Though he was never a teacher in an official capacity, he spent his formative years (between age 14 and 17) as a preacher at the Fireside Pentecostal Assembly. Preaching helped him develop an idiosyncratic rhetorical style that blended reflection, revitalization, and activism, and infused his writing with biblical and mythological metaphors, allusions, themes, and symbols. Despite his love for the church, Baldwin began to question several of its tenants, including its teaching on being gay. In his book The Fire Next Time, Baldwin wrote, “if the concept of God has any validity or any use, it can only be to make us larger, freer, and more loving. If God cannot do this, it is time we got rid of him” (“An Introduction to James Baldwin”). This ability to question the institutions that structured his world added a fire to Baldwin’s writings throughout his adulthood.

Baldwin did not attend college. He took his role as eldest brother seriously and helped around the house as much as possible. He worked menial jobs, trying to fulfill his dream of becoming a writer while working day jobs and playing guitar at cafes in Greenwich Village. It was at this time that he met Richard Wright, one of the most famous African American writers of the day. Wright’s work about the state of race in American informed Baldwin’s opinions and inspired him to root his activism in writing and storytelling. Unlike Wright, however, Baldwin had misgivings about the approach and eventual impact of protest art, and their friendship faltered as a result.

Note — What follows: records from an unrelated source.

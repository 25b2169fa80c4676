"""Small boards of our own for end-to-end tests: write a project, review it with real ngspice, and run
the same circuit (or its discrete equivalent) in bare ngspice for the outside truth.

The truth side never goes through derate: the deck is written by the test, run by ``ngspice -b`` in
its own process, and read from ngspice's own ``.meas`` lines.
"""

from __future__ import annotations

import os
import re
import shutil
import subprocess
from pathlib import Path

import yaml

import derate
from derate.simulate.runner import LocalRunner


def write_board(folder: Path, netlist: str, project: dict | None = None, parts: dict | None = None,
                policy: dict | str | None = None) -> Path:
    """Write board.cir, parts.yaml, policy.yaml and derate.yaml into ``folder``; return the project file."""
    folder.mkdir(parents=True, exist_ok=True)
    (folder / "board.cir").write_text(netlist)
    doc = {"netlist": "board.cir", **(project or {})}
    if parts is not None:
        (folder / "parts.yaml").write_text(yaml.safe_dump({"parts": parts}, sort_keys=False))
        doc["parts"] = "parts.yaml"
    if isinstance(policy, str):  # a built-in policy by name
        doc["policy"] = policy
    elif policy is not None:
        (folder / "policy.yaml").write_text(yaml.safe_dump(policy, sort_keys=False))
        doc["policy"] = "policy.yaml"
    (folder / "derate.yaml").write_text(yaml.safe_dump(doc, sort_keys=False))
    return folder / "derate.yaml"


def review_board(folder: Path, netlist: str, project: dict | None = None, parts: dict | None = None,
                 policy: dict | str | None = None, pool=None, **options) -> derate.Review:
    """Write a board and review it (real ngspice; no result cache unless asked)."""
    path = write_board(folder, netlist, project, parts, policy)
    options.setdefault("use_cache", False)
    runner = LocalRunner(pool=pool) if pool is not None else None
    return derate.review(derate.load_project(path), derate.ReviewOptions(**options), runner=runner)


def finding(review: derate.Review, capacitor: str, rule: str):
    """The finding of ``rule`` for ``capacitor`` (AssertionError when there is none)."""
    summary = next(c for c in review.assessment.capacitors if c.path == capacitor)
    got = summary.finding(rule)
    assert got is not None, (capacitor, rule, [(f.rule, f.message) for f in summary.findings])
    return got


def summary(review: derate.Review, capacitor: str):
    return next(c for c in review.assessment.capacitors if c.path == capacitor)


_MEAS = re.compile(r"^(\w+)\s*=\s*([-+0-9.eE]+)", re.M)


def bare_ngspice(folder: Path, deck: str) -> dict[str, float]:
    """Run ``deck`` in bare ngspice (batch mode, its own process) and return its ``.meas`` results
    ({name: value}, names lower case)."""
    program = shutil.which("ngspice")
    assert program, "the ngspice program is not installed; run `make test`"
    folder.mkdir(parents=True, exist_ok=True)
    path = folder / "truth.cir"
    path.write_text(deck)
    out = subprocess.run([program, "-b", str(path)], cwd=folder, capture_output=True, text=True, timeout=300,
                         env={"PATH": os.environ.get("PATH", "/usr/bin:/bin"), "HOME": str(folder)})
    got = {m.group(1).lower(): float(m.group(2)) for m in _MEAS.finditer(out.stdout)}
    assert got, f"ngspice printed no .meas results:\n{out.stdout[-2000:]}\n{out.stderr[-2000:]}"
    return got


def bare_ngspice_vectors(folder: Path, deck: str, vectors: list[str]) -> dict[str, tuple]:
    """Run ``deck`` (without its ``.end``) in bare ngspice and return each vector's samples as written by
    ngspice's own ``wrdata``: {vector: (time array, value array)}."""
    import numpy as np

    program = shutil.which("ngspice")
    assert program, "the ngspice program is not installed; run `make test`"
    folder.mkdir(parents=True, exist_ok=True)
    body = "\n".join(ln for ln in deck.rstrip("\n").splitlines() if ln.strip().lower() != ".end")
    text = (body + "\n.save " + " ".join(vectors) + "\n.control\nrun\nwrdata samples.txt " + " ".join(vectors)
            + "\n.endc\n.end\n")
    (folder / "samples.cir").write_text(text)
    (folder / "samples.txt").unlink(missing_ok=True)  # never read an earlier run's samples
    subprocess.run([program, "-b", "samples.cir"], cwd=folder, capture_output=True, text=True, timeout=300,
                   env={"PATH": os.environ.get("PATH", "/usr/bin:/bin"), "HOME": str(folder)})
    data = np.loadtxt(folder / "samples.txt", ndmin=2)
    return {name: (data[:, 2 * k], data[:, 2 * k + 1]) for k, name in enumerate(vectors)}


def exact_rms(t, y, a: float, b: float) -> float:
    """The RMS over [a, b] of the piecewise-linear waveform through the samples: each segment from y0 to
    y1 over dt contributes dt (y0^2 + y0 y1 + y1^2) / 3 (the integral of a straight line squared)."""
    import numpy as np

    ya, yb = np.interp(a, t, y), np.interp(b, t, y)
    inside = (t > a) & (t < b)
    tt = np.concatenate(([a], t[inside], [b]))
    yy = np.concatenate(([ya], y[inside], [yb]))
    y0, y1 = yy[:-1], yy[1:]
    return float(np.sqrt(np.sum(np.diff(tt) * (y0 * y0 + y0 * y1 + y1 * y1) / 3.0) / (b - a)))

Baldwin moved to Paris at age 24. According to Kendall Thomas, professor of law and critical race studies at Columbia University, this move was twofold: Baldwin needed to leave his country because it was mired in racism, and he needed to leave Harlem because of its anti-gay bias (“An Introduction to James Baldwin”). When reflecting on this move in an interview with The Paris Review in 1984, Baldwin recalled, “My luck was running out. I was going to go to jail, I was going to kill somebody or be killed” (Baldwin, James. “James Baldwin, the Art of Fiction No. 78.” Interview by Jordan Elgrably. The Paris Review, no. 91, 1984). In Paris, Baldwin the writer was revived. There, he rekindled his connection with Richard Wright and met Maya Angelou for the first time.

For 40 years, Baldwin lived abroad with occasional returns to New York City. Despite this, he was powerfully affected by the civil rights movement in America—including the deaths of Medgar Evers, Malcolm X, and Martin Luther King Jr. The movement reinvigorated his writing and his activism about the demobilization of racism and the toll it was taking on young people. “A Talk to Teachers” is only one of many writings that evinces this.